**WORK INSTRUCTIONS:**
Using the data below, copy out all lines with the word "unknown".

Collected data:
----------------------------------------

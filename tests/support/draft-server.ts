import type { Calendar, Entry, EntryInput } from '#shared/contracts/calendars.js';
import type { StarTable } from '#server/features/stars/stars.service.js';
import { UPPER_TAZIMEL } from '#server/features/demo/demo-villages.data.js';
import type { Markers } from '#src/features/calendars/model/preview-dates.js';
import { refusal, type Answers, type Sent } from './answers.js';
import { CALENDAR, entryOf } from './draft-of-tazimel.js';
import { TAZIMEL } from './stars-of-tazimel.js';

const calendarPath = `/api/calendars/${CALENDAR.id}`;
const communityPath = `/api/communities/${CALENDAR.communityId}`;
const list = (items: readonly unknown[]) => ({ items, nextCursor: null });

export interface SavedDraft {
  calendar: Calendar;
  entries: Entry[];
  removed?: Entry;
}

/** One draft of the demo's place, and a server that keeps it, for tests of the editor's screens. */
export function draftServer(markers: Markers, table: StarTable) {
  return {
    calendarPath,
    communityPath,
    draft: (...changes: Partial<EntryInput>[]): SavedDraft => ({
      calendar: { ...CALENDAR },
      entries: changes.map((change, index) => entryOf(markers, index + 1, change)),
    }),
    server: (saved: SavedDraft) => answersOf(markers, table, saved),
  };
}

function answersOf(markers: Markers, table: StarTable, saved: SavedDraft): Answers {
  const answers: Record<string, unknown> = {
    [`GET ${calendarPath}`]: () => saved.calendar,
    [`GET ${calendarPath}/entries`]: () => ({ ...list(saved.entries), keptCount: 0 }),
    [`GET ${calendarPath}/versions`]: () => list([]),
    [`GET ${communityPath}`]: () => ({
      ...UPPER_TAZIMEL.settings,
      id: CALENDAR.communityId,
      signOffRule: { minElders: 1, mustSign: [], oneOf: [], steward: false },
      version: 1,
    }),
    [`GET ${communityPath}/groups`]: () => list([]),
    [`GET ${communityPath}/people`]: () => list([]),
    [`GET ${communityPath}/places`]: () => list([TAZIMEL]),
    [`GET /api/places/${TAZIMEL.id}/stars`]: () => table,
    [`POST ${calendarPath}/entries`]: ({ body }: Sent) => {
      const added = entryOf(markers, saved.entries.length + 1, body as EntryInput);
      saved.entries = [...saved.entries, added];
      return Response.json(added, { status: 201 });
    },
  };
  for (const { id } of saved.entries) {
    answers[`PUT ${calendarPath}/entries/${id}`] = ({ body }: Sent) => {
      const { content, version } = body as { content: EntryInput; version: number };
      const current = saved.entries.find((entry) => entry.id === id);
      if (current?.version !== version) return refusal('stale', 409, { current, sent: body });
      const next = { ...current, content, version: version + 1 };
      saved.entries = saved.entries.map((entry) => (entry.id === id ? next : entry));
      return next;
    };
    answers[`DELETE ${calendarPath}/entries/${id}`] = () => {
      const gone = saved.entries.find((entry) => entry.id === id);
      if (gone) saved.removed = gone;
      saved.entries = saved.entries.filter((entry) => entry.id !== id);
      return new Response(null, { status: 204 });
    };
    answers[`POST ${calendarPath}/entries/${id}/restore`] = () => {
      const back = saved.removed;
      if (back) saved.entries = [back, ...saved.entries];
      return back;
    };
  }
  return answers;
}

----------------------------------------

**ANSWER SECTION:**
const list = (items: readonly unknown[]) => ({ items, nextCursor: null });
  const answers: Record<string, unknown> = {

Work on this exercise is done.